En sonunda dışarıdan gelen bir ayak sesi duydu ve kapı açıldı. “Ne kadar da geciktin Harry!” diye homurdandı.
Tiz bir sesle “Korkarım Harry demeyecektiniz, Bay Gray.” diye karşılık verdi.
Hemen bakışlarını çevirdi ve ayağa kalktı. “Affedesiniz. Sanmıştım ki…”
“Eşimin geldiğini sanmıştınız. Fakat sadece hanımı burada. Kendimi tanıtmama müsaade edin. Ben sizi fotoğraflarınız sayesinde gayet iyi tanıyorum. Zannedersem eşimde onlardan on yedi tane filan var.”
“On yedi değildir, Leydi Henry?”
“Peki, on sekiz olsun o hâlde. Ayrıca geçen akşam operada sizi onun yanında gördüm.” Kadınının yüzünde gergin bir gülümseme vardı ve “Beni sakın unutma!” ifadesini taşıyan, müphem bakışlarıyla genç adamı izliyordu. Kıyafetleri her daim sanki öfkeyle tasarlanmış ve zorla giydirilmiş gibi görünen bu kadın, meraklı bir mizaca sahipti. Her zaman birilerine âşık olur ve tutkuları asla karşılık bulamadığı için hep kendi kuruntularıyla kalırdı. Sürekli güzel görünmeye çalışır ama sadece pasaklı olmayı başarırdı. Adı Victoria’ydı ve kilise ziyaretleri hususunda çok takıntılıydı.
“Sanırım Lohengrin Operası’ndan bahsediyorsunuz Leydi Henry?”
“Evet, pek değerli Lohengrin’deydi.
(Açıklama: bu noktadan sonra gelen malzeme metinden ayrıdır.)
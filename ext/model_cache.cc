#include "ext/model_cache.h"

#include <algorithm>
#include <atomic>
#include <utility>

#include "ext/model_text.h"

namespace ladderline {
#ifdef LADDERLINE_TESTING
namespace {
std::atomic<std::int64_t> parses = 0;
}
std::int64_t ModelParses() { return parses; }
#endif

ModelInHand::ModelInHand(Model m) {
  if (m.refused()) {
    refused = std::move(m);
  } else {
    predictor.emplace(std::move(m));
    inputs.resize(predictor->input_count());
  }
}

const std::shared_ptr<ModelInHand>* ModelCache::Find(std::string_view text) {
  ++clock_;
  for (Entry& entry : entries_) {
    // Equally long texts of other models soon differ, in their counts of rows.
    if (entry.text == text) {
      entry.last_used = clock_;
      return &entry.model;
    }
  }
  return nullptr;
}

Result<const std::shared_ptr<ModelInHand>*> ModelCache::Parse(std::string_view text) {
#ifdef LADDERLINE_TESTING
  ++parses;
#endif
  Result<Model> model = ModelFromText(text);
  if (!model.ok()) return Error{model.error()};
  auto parsed = std::make_shared<ModelInHand>(std::move(model).value());
  MakeRoom(text.size());
  entries_.push_back({std::string(text), std::move(parsed), clock_});
  return &entries_.back().model;
}

void ModelCache::MakeRoom(size_t bytes) {
  for (const Entry& entry : entries_) bytes += entry.text.size();
  while (!entries_.empty() && (entries_.size() >= kMostModels || bytes > kMostBytes)) {
    const auto oldest =
        std::min_element(entries_.begin(), entries_.end(),
                         [](const Entry& a, const Entry& b) { return a.last_used < b.last_used; });
    bytes -= oldest->text.size();
    entries_.erase(oldest);
  }
}

}  // namespace ladderline
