TEST_F(ModelFunctions, FactReadsOtherResultsToo) {
  const std::string profile =
      R"('{"lambda":0.25,"low":null,"rows":12,"simple_spec":"log_offset"}')";
  EXPECT_EQ(db.Number("SELECT fact(" + profile + ", 'lambda')"), 0.25);
  EXPECT_EQ(db.Text("SELECT typeof(fact(" + profile + ", 'rows'))"), "integer");
  EXPECT_EQ(db.Text("SELECT fact(" + profile + ", 'simple_spec')"), "log_offset");
  EXPECT_TRUE(db.IsNull("SELECT fact(" + profile + ", 'low')"));
  EXPECT_TRUE(db.IsNull("SELECT fact(" + profile + ", 'high')"));
  EXPECT_EQ(db.ErrorOf("SELECT fact(" + profile + ", 'skewness')"),
            "fact: name must be one of lambda, low, high, level, log_likelihood, rows, missing, "
            "outside, simple, simple_spec, p_identity, p_log, at_limit, note, got text 'skewness'");
  EXPECT_EQ(db.ErrorOf("SELECT fact('{\"a\":1}', 'a')"),
            "fact: result must be a model or another JSON result of this extension, got text "
            "'{\"a\":1}'");
  EXPECT_EQ(db.ErrorOf("SELECT fact(5, 'a')"),
            "fact: result must be a model or another JSON result of this extension, got 5");
  EXPECT_TRUE(db.IsNull("SELECT fact(NULL, 'a')"));
  EXPECT_TRUE(db.IsNull("SELECT fact(' ', 'a')"));
  EXPECT_TRUE(db.IsNull("SELECT fact(" + profile + ", NULL)"));
}

TEST_F(ModelFunctions, FactReadsEveryKeyOfEveryResult) {
  db.Run("CREATE TABLE cost(x)");
  db.Run(
      "INSERT INTO cost VALUES(120), (85.5), (240), (90), (310), (150), (95), (130), (''), (NULL)");
  for (const char* function :
       {"box_cox_profile", "yeo_johnson_profile", "value_audit", "shape_summary", "jarque_bera",
        "shapiro_wilk", "anderson_darling", "dagostino_k2", "histogram_bins", "quantile_pairs"}) {
    const std::string result = db.Text("SELECT " + std::string(function) + "(x) FROM cost");
    const auto keys = db.Rows("SELECT key, type IN ('array', 'object'), atom FROM json_each(" +
                              Quoted(result) + ")");
    EXPECT_GE(keys.size(), 3U) << function;
    for (const auto& key : keys) {
      const auto fact = db.Rows("SELECT fact(" + Quoted(result) + ", " + Quoted(*key[0]) + ")");
      if (*key[1] == "1") continue;
      EXPECT_EQ(fact[0][0], key[2]) << function << " " << *key[0];
    }
  }
}

TEST_F(ModelFunctions, CoefficientsByName) {
  const Case c(Cases()[2]);
  EXPECT_EQ(db.Number("SELECT coefficient(" + c.text + ", 'cylinders is 8')"),
            Cases()[2]["classical"][3]["coefficient"].get<double>());
  EXPECT_TRUE(db.IsNull("SELECT coefficient(" + c.text + ", 'cylinders')"));
  EXPECT_TRUE(db.IsNull("SELECT coefficient(" + c.text + ", NULL)"));
}

TEST_F(ModelFunctions, NullInNullOut) {
  const Case c(Cases()[0]);
  EXPECT_TRUE(db.IsNull("SELECT fitted_typical(NULL, 1, 2, 3, 4)"));
  EXPECT_TRUE(db.IsNull("SELECT fitted_mean('', 1)"));
  EXPECT_TRUE(db.IsNull("SELECT fitted_typical(" + c.text + ", 12, NULL)"));
  EXPECT_TRUE(db.IsNull("SELECT fitted_typical(" + c.text + ", '', 75)"));
  EXPECT_TRUE(db.IsNull("SELECT typical_low(" + c.text + ", NULL, 12, 75)"));
  EXPECT_TRUE(db.IsNull("SELECT residual(" + c.text + ", NULL, 12, 75)"));
  EXPECT_TRUE(db.IsNull("SELECT residual(" + c.text + ", -1, 12, 75)"));  // outside log_offset
  EXPECT_EQ(db.Text("SELECT model_problem(NULL)"), "no model");
  EXPECT_TRUE(db.IsNull("SELECT model_problem(" + c.text + ")"));
  EXPECT_EQ(db.Text("SELECT fit_note(NULL, 1)"), "no model");
  EXPECT_EQ(db.Rows("SELECT * FROM model_terms(NULL)").size(), 0U);
  EXPECT_EQ(db.Rows("SELECT * FROM model_predictions(NULL, 0.9, 1)").size(), 0U);
}

TEST_F(ModelFunctions, AFlawIsToldInWordsWhereOtherFunctionsFail) {
  const std::string requirement = " is not a model made by this extension";
  const std::string text = Case(Cases()[0]).text;
  EXPECT_TRUE(db.IsNull("SELECT model_flaw(" + text + ")"));
  EXPECT_TRUE(db.IsNull("SELECT model_flaw(ols_model('y', 1, 'x', 2))"));  // refused, and readable
  EXPECT_EQ(db.Text("SELECT model_flaw(NULL)"), "no model");
  EXPECT_EQ(db.Text("SELECT model_flaw(' ')"), "no model");
  EXPECT_EQ(db.Text("SELECT model_flaw(12.5)"), "12.5" + requirement);
  EXPECT_EQ(db.Text("SELECT model_flaw(x'7B')"), "a BLOB of 1 bytes" + requirement);
  EXPECT_EQ(db.Text("SELECT model_flaw('word')"),
            "text 'word'" + requirement + " (it is not JSON, at byte 1)");
  EXPECT_EQ(
      db.ErrorOf("SELECT model_problem('word')"),
      "model_problem: model must be a model made by this extension, got text 'word' (it is not "
      "JSON, at byte 1)");
  EXPECT_NE(db.Text("SELECT model_flaw(replace(" + text + ", 'model\":1', 'model\":2'))")
                .find("(its format has version 2, this build reads version 1)"),
            std::string::npos);
}

TEST_F(ModelFunctions, ARefusedModelAnswersNull) {
  const std::string refused =
      R"('{"ladderline_model":1,"status":"refused","reason":"needs 5 rows, has 3","family":"ols",)"
      R"("rows":{"offered":4,"fitted":3},"columns":[{"name":"y","role":"response"},{"name":"x"}]}')";
  for (const char* function : {"fitted_typical", "fitted_mean", "fitted_scale", "leverage"})
    EXPECT_TRUE(db.IsNull("SELECT " + std::string(function) + "(" + refused + ", 1)"));
  EXPECT_TRUE(db.IsNull("SELECT case_high(" + refused + ", 0.9, 1)"));
  EXPECT_TRUE(db.IsNull("SELECT cooks_distance(" + refused + ", 2, 1)"));
  EXPECT_TRUE(db.IsNull("SELECT coefficient(" + refused + ", 'x')"));
  EXPECT_EQ(db.Text("SELECT fit_note(" + refused + ", 1)"), "no model: needs 5 rows, has 3");
  EXPECT_EQ(db.Text("SELECT model_problem(" + refused + ")"), "needs 5 rows, has 3");
  EXPECT_EQ(db.Text("SELECT fact(" + refused + ", 'status')"), "refused");
  EXPECT_EQ(db.Text("SELECT value FROM model_facts(" + refused + ") WHERE fact = 'reason'"),
            "needs 5 rows, has 3");
  for (const char* table : {"model_terms", "model_columns", "model_tests", "model_influence"})
    EXPECT_EQ(db.Rows("SELECT * FROM " + std::string(table) + "(" + refused + ")").size(), 0U);
  EXPECT_EQ(db.Rows("WITH f AS (SELECT " + refused +
                    " AS m) SELECT t.* FROM f LEFT JOIN "
                    "model_terms(f.m) AS t ON true")
                .size(),
            1U);
}

TEST_F(ModelFunctions, NotesSayWhatIsWrongWithARow) {
  const Case c(Cases()[2]);  // weight of car, cylinders, power
  const auto note = [&](const std::string& inputs) {
    return db.Text("SELECT fit_note(" + c.text + ", " + inputs + ")");
  };
  EXPECT_EQ(note("2.7, '6', 115"), "NULL");
  EXPECT_EQ(note("2.7, 6, 115"), "NULL");
  EXPECT_EQ(note("NULL, '4', ' '"), "weight of car is missing; power is missing");
  EXPECT_EQ(note("3, 'Damp', 150"), "cylinders 'Damp' was never seen");
  EXPECT_EQ(note("3, 4.0, 150"), "cylinders '4.0' was never seen");
  EXPECT_EQ(note("3, '4', -10"), "power -10 lies outside the domain of log_offset 10");
  EXPECT_EQ(note("9.5, '4', 30"),
            "weight of car 9.5 lies outside 1.513 to 5.424; power 30 lies outside 52 to 335");
  // A light car with four cylinders and the most power of all: each is usual alone.
  EXPECT_EQ(note("1.6, '4', 335"), "unusual combination: leverage above any fitted row");
  EXPECT_EQ(db.Text("SELECT status || ': ' || note FROM model_predictions(" + c.text +
                    ", 0.9, 1.6, '4', 335)"),
            "look: unusual combination: leverage above any fitted row");
  EXPECT_EQ(db.Text("SELECT status FROM model_predictions(" + c.text + ", NULL, 2.7, '6', 115)"),
            "fine");
  const auto missing = db.Rows("SELECT status, note, typical, case_high FROM model_predictions(" +
                               c.text + ", 0.9, 3, NULL, 150)");
  EXPECT_EQ(missing[0],
            (Database::Row{"not computed", "cylinders is missing", std::nullopt, std::nullopt}));
}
Wagner’in müziklerini diğer herkesten daha çok severim. Müziğin sesi o kadar yüksek oluyor ki, diğer insanlar söylediklerinizi duymadan tüm etkinlik boyunca konuşabiliyorsunuz. Bence bu muhteşem bir avantaj, sizce de öyle değil mi Bay Gray?”
Kadın ince dudaklarından aynı kısa ve keskin tonda bir kahkaha attı ve parmaklarıyla kaplumbağa kabuğu saplı uzun zarf bıçağıyla oynamaya başladı.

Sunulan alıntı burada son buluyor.